A year on, Israeli society is divided about the lessons of Oct 7

“We have restored deterrence,” declares former head Amos Yadlin of Israel’s military-intelligence service, referring to the credibility Israel’s security services lost on Oct 7, 2023, when Palestinian radicals ran rampage across southern Israel, killing more than 1,100 people and kidnapping some 250.

This has been regained by Israel’s devastating assault on Hezbollah, a Lebanese militant group that has been bombarding northern Israel for the past year, displacing some 60,000 civilians. In just two weeks Israel has killed and injured many Hezbollah operatives using booby-trapped pagers and walkie-talkies, assassinated several of its leaders in bombing raids and sent troops into southern Lebanon to destroy the tunnels, bases and rocket-launchers Hezbollah has been using in its attacks.
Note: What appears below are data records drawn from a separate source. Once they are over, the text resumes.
contains

  ! ---- helpers -------------------------------------------------------------------------

  !> Fortran copy of a NUL-terminated C string.
  function text_of(pointer) result(text)
    type(c_ptr), intent(in) :: pointer
    character(len=:), allocatable :: text
    character(kind=c_char), pointer :: characters(:)
    integer :: i, length
    if (.not. c_associated(pointer)) then
      text = ''
      return
    end if
    length = int(c_strlen(pointer))
    call c_f_pointer(pointer, characters, [length])
    allocate (character(len=length) :: text)
    do i = 1, length
      text(i:i) = characters(i)
    end do
  end function text_of

  !> The message of the last failing nkit call in this thread ('' after a success).
  function nkit_error_message() result(text)
    character(len=:), allocatable :: text
    text = text_of(c_last_error_message())
  end function nkit_error_message

  !> nkit's default settings.
  integer function nkit_settings_defaults(settings) result(status)
    type(nkit_settings), intent(out) :: settings
    status = c_settings_defaults(settings)
  end function nkit_settings_defaults

  type(c_ptr) function slot_pointer(slot)
    integer, intent(in) :: slot
    slot_pointer = transfer(int(slot, c_intptr_t), c_null_ptr)
  end function slot_pointer

  integer function slot_of(user_data)
    type(c_ptr), value :: user_data
    slot_of = int(transfer(user_data, 0_c_intptr_t))
  end function slot_of

  integer function new_slot()
    type(callback_slot), allocatable :: grown(:)
    integer :: i
    if (.not. allocated(slots)) allocate (slots(4))
    do i = 1, size(slots)
      if (.not. slots(i)%in_use) then
        new_slot = i
        slots(i) = callback_slot()
        slots(i)%in_use = .true.
        return
      end if
    end do
    allocate (grown(2*size(slots)))
    grown(1:size(slots)) = slots
    new_slot = size(slots) + 1
    call move_alloc(grown, slots)
    slots(new_slot)%in_use = .true.
  end function new_slot

  ! ---- trampolines: C calls these, they call the Fortran procedures ------------------------------

  integer(c_int) function residual_trampoline(input, output, size, user_data) bind(c)
    type(c_ptr), value :: input, output, user_data
    integer(c_int64_t), value :: size
    real(c_double), pointer :: x(:), y(:)
    integer :: status
    call c_f_pointer(input, x, [size])
    call c_f_pointer(output, y, [size])
    status = 0
    call slots(slot_of(user_data))%residual(x, y, status)
    residual_trampoline = int(status, c_int)
  end function residual_trampoline

  integer(c_int) function map_trampoline(input, output, size, user_data) bind(c)
    type(c_ptr), value :: input, output, user_data
    integer(c_int64_t), value :: size
    real(c_double), pointer :: x(:), y(:)
    integer :: status
    call c_f_pointer(input, x, [size])
    call c_f_pointer(output, y, [size])
    status = 0
    call slots(slot_of(user_data))%map(x, y, status)
    map_trampoline = int(status, c_int)
  end function map_trampoline

  integer(c_int) function setup_trampoline(state, residual, size, user_data) bind(c)
    type(c_ptr), value :: state, residual, user_data
    integer(c_int64_t), value :: size
    real(c_double), pointer :: x(:), r(:)
    integer :: status
    call c_f_pointer(state, x, [size])
    call c_f_pointer(residual, r, [size])
    status = 0
    call slots(slot_of(user_data))%setup(x, r, status)
    setup_trampoline = int(status, c_int)
  end function setup_trampoline

  integer(c_int) function apply_trampoline(r, z, size, user_data) bind(c)
    type(c_ptr), value :: r, z, user_data
    integer(c_int64_t), value :: size
    real(c_double), pointer :: rr(:), zz(:)
    integer :: status
    call c_f_pointer(r, rr, [size])
    call c_f_pointer(z, zz, [size])
    status = 0
    call slots(slot_of(user_data))%apply(rr, zz, status)
    apply_trampoline = int(status, c_int)
  end function apply_trampoline

  integer(c_int) function monitor_trampoline(summary, user_data) bind(c)
    type(nkit_iteration_summary), intent(in) :: summary
    type(c_ptr), value :: user_data
    monitor_trampoline = 0
    if (slots(slot_of(user_data))%monitor(summary)) monitor_trampoline = 1
  end function monitor_trampoline

  ! ---- the handle ------------------------------------------------------------------------------

  integer function solver_create(self) result(status)
    class(nkit_solver), intent(inout) :: self
    status = c_solver_create(self%handle)
    if (status == nkit_status_success) self%slot = new_slot()
  end function solver_create

  !> A distributed solver over an MPI communicator: pass the integer handle
  !> (MPI_COMM_WORLD from `use mpi`, or comm%MPI_VAL from `use mpi_f08`).
  !> Every rank creates its own handle and calls solve() with its own slice of
  !> the state; callbacks receive that slice (nkit_c.h states the rules).
  !> Fails with nkit_status_invalid_argument when nkit was built without MPI
  !> (see nkit_has_distributed()).
  integer function solver_create_distributed(self, communicator) result(status)
    class(nkit_solver), intent(inout) :: self
    integer, intent(in) :: communicator
    status = c_solver_create_distributed(self%handle, int(communicator, c_int32_t))
    if (status == nkit_status_success) self%slot = new_slot()
  end function solver_create_distributed

  !> .true. when the library was built with MPI (create_distributed works).
  logical function nkit_has_distributed()
    nkit_has_distributed = c_has_distributed() /= 0
  end function nkit_has_distributed

  integer function solver_destroy(self) result(status)
    class(nkit_solver), intent(inout) :: self
    status = c_solver_destroy(self%handle)
    self%handle = c_null_ptr
    if (self%slot > 0) slots(self%slot)%in_use = .false.
    self%slot = 0
  end function solver_destroy

  !> A handle that was never created: the C layer reports a NULL solver.
  logical function missing(self)
    class(nkit_solver), intent(in) :: self
    missing = self%slot == 0
  end function missing

  integer function solver_set_residual(self, residual) result(status)
    class(nkit_solver), intent(inout) :: self
    procedure(nkit_vector_procedure) :: residual
    if (missing(self)) then
      status = c_set_residual(c_null_ptr, c_null_funptr, c_null_ptr)
      return
    end if
    slots(self%slot)%residual => residual
    status = c_set_residual(self%handle, c_funloc(residual_trampoline), slot_pointer(self%slot))
  end function solver_set_residual

  integer function solver_set_fixed_point_map(self, map) result(status)
    class(nkit_solver), intent(inout) :: self
    procedure(nkit_vector_procedure) :: map
    if (missing(self)) then
      status = c_set_fixed_point_map(c_null_ptr, c_null_funptr, c_null_ptr)
      return
    end if
    slots(self%slot)%map => map
    status = c_set_fixed_point_map(self%handle, c_funloc(map_trampoline), slot_pointer(self%slot))
  end function solver_set_fixed_point_map

  !> setup is optional (a preconditioner that needs no rebuild).
  integer function solver_set_preconditioner(self, apply, setup) result(status)
    class(nkit_solver), intent(inout) :: self
    procedure(nkit_preconditioner_apply_procedure) :: apply
    procedure(nkit_preconditioner_setup_procedure), optional :: setup
    type(c_funptr) :: setup_function
    if (missing(self)) then
      status = c_set_preconditioner(c_null_ptr, c_null_funptr, c_null_funptr, c_null_ptr)
      return
    end if
    slots(self%slot)%apply => apply
    setup_function = c_null_funptr
    if (present(setup)) then
      slots(self%slot)%setup => setup
      setup_function = c_funloc(setup_trampoline)
    end if
    status = c_set_preconditioner(self%handle, setup_function, c_funloc(apply_trampoline), slot_pointer(self%slot))
  end function solver_set_preconditioner

  integer function solver_set_monitor(self, monitor) result(status)
    class(nkit_solver), intent(inout) :: self
    procedure(nkit_monitor_procedure) :: monitor
    if (missing(self)) then
      status = c_set_monitor(c_null_ptr, c_null_funptr, c_null_ptr)
      return
    end if
    slots(self%slot)%monitor => monitor
    status = c_set_monitor(self%handle, c_funloc(monitor_trampoline), slot_pointer(self%slot))
  end function solver_set_monitor

  integer function solver_set_bounds(self, lower, upper) result(status)
    class(nkit_solver), intent(inout) :: self
    real(c_double), intent(in), target, contiguous :: lower(:), upper(:)
    if (size(lower) /= size(upper)) then
      ! Let the C layer word the error: it sees a NULL upper bound.
      status = c_set_bounds(self%handle, c_loc(lower), c_null_ptr, int(size(lower), c_int64_t))
      return
    end if
    status = c_set_bounds(self%handle, c_loc(lower), c_loc(upper), int(size(lower), c_int64_t))
  end function solver_set_bounds

  integer function solver_clear_bounds(self) result(status)
    class(nkit_solver), intent(inout) :: self
    status = c_set_bounds(self%handle, c_null_ptr, c_null_ptr, 0_c_int64_t)
  end function solver_clear_bounds

  integer function solver_set_real(self, name, value) result(status)
    class(nkit_solver), intent(inout) :: self
    character(len=*), intent(in) :: name
    real(c_double), intent(in) :: value
    status = c_set_real(self%handle, trim(name)//c_null_char, value)
  end function solver_set_real

  integer function solver_set_integer(self, name, value) result(status)
    class(nkit_solver), intent(inout) :: self
    character(len=*), intent(in) :: name
    integer, intent(in) :: value
    status = c_set_integer(self%handle, trim(name)//c_null_char, int(value, c_int64_t))
  end function solver_set_integer

  integer function solver_set_text(self, name, value) result(status)
    class(nkit_solver), intent(inout) :: self
    character(len=*), intent(in) :: name, value
    status = c_set_text(self%handle, trim(name)//c_null_char, trim(value)//c_null_char)
  end function solver_set_text

  integer function solver_get_real(self, name, value) result(status)
    class(nkit_solver), intent(in) :: self
    character(len=*), intent(in) :: name
    real(c_double), intent(out) :: value
    status = c_get_real(self%handle, trim(name)//c_null_char, value)
  end function solver_get_real

  integer function solver_get_integer(self, name, value) result(status)
    class(nkit_solver), intent(in) :: self
    character(len=*), intent(in) :: name
    integer(c_int64_t), intent(out) :: value
    status = c_get_integer(self%handle, trim(name)//c_null_char, value)
  end function solver_get_integer

  integer function solver_get_settings(self, settings) result(status)
    class(nkit_solver), intent(in) :: self
    type(nkit_settings), intent(out) :: settings
    status = c_get_settings(self%handle, settings)
  end function solver_get_settings

  integer function solver_configure(self, settings) result(status)
    class(nkit_solver), intent(inout) :: self
    type(nkit_settings), intent(in) :: settings
    status = c_configure(self%handle, settings)
  end function solver_configure

  !> Solves from the initial guess in state (contiguous: passed without a copy).
  integer function solver_solve(self, state) result(status)
    class(nkit_solver), intent(inout) :: self
    real(c_double), intent(inout), contiguous :: state(:)
    status = c_solve(self%handle, state, int(size(state), c_int64_t))
  end function solver_solve

  !> .true. when the last solve converged (.false. also when there is no report).
  logical function solver_converged(self)
    class(nkit_solver), intent(in) :: self
    integer(c_int32_t) :: flag
    solver_converged = .false.
    if (c_report_converged(self%handle, flag) == nkit_status_success) solver_converged = flag == 1
  end function solver_converged

  function solver_stop_reason(self) result(text)
    class(nkit_solver), intent(in) :: self
    character(len=:), allocatable :: text
    text = text_of(c_report_stop_reason(self%handle))
  end function solver_stop_reason

  function solver_message(self) result(text)
    class(nkit_solver), intent(in) :: self
    character(len=:), allocatable :: text
    text = text_of(c_report_message(self%handle))
  end function solver_message

  integer function solver_report_integer(self, name, value) result(status)
    class(nkit_solver), intent(in) :: self
    character(len=*), intent(in) :: name
    integer(c_int64_t), intent(out) :: value
    status = c_report_integer(self%handle, trim(name)//c_null_char, value)
  end function solver_report_integer

  integer function solver_report_real(self, name, value) result(status)
    class(nkit_solver), intent(in) :: self
    character(len=*), intent(in) :: name
    real(c_double), intent(out) :: value
    status = c_report_real(self%handle, trim(name)//c_null_char, value)
  end function solver_report_real

  !> index 1 .. history_length (Fortran counting).
  integer function solver_report_iteration(self, index, summary) result(status)
    class(nkit_solver), intent(in) :: self
    integer, intent(in) :: index
    type(nkit_iteration_summary), intent(out) :: summary
    status = c_report_iteration(self%handle, int(index - 1, c_int64_t), summary)
  end function solver_report_iteration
Whereas Israeli intelligence had little inkling of the plans of Hamas, the Palestinian militant group that spearheaded the attacks in 2023, it had thoroughly penetrated and outwitted Hezbollah. Whereas the mastermind of Hamas’ attacks, Yahya Sinwar, remains at large despite Israel’s year-long war against Gaza, from which the attacks were mounted, Hassan Nasrallah, Hezbollah’s leader, was killed by an Israeli bomb on Sept 27.

Whereas 97 of the hostages seized by Hamas and other militant groups on Oct 7 remain unaccounted for 11 months after Israel sent troops into Gaza in part to rescue them, the war against Hezbollah seems likely to reduce attacks on northern Israel – at least for a while – and thus allow residents to return safely to their homes. Most notably, neither Hezbollah nor its backers in Iran have succeeded in causing many casualties in their various attacks on Israel, including Iran’s barrage of 180 missiles on Oct 1, in contrast with the massacres that took place on Oct 7. Fully 80 per cent of Israelis support the assault on Hezbollah, according to a poll commissioned by the Israel Democracy Institute, a think-tank.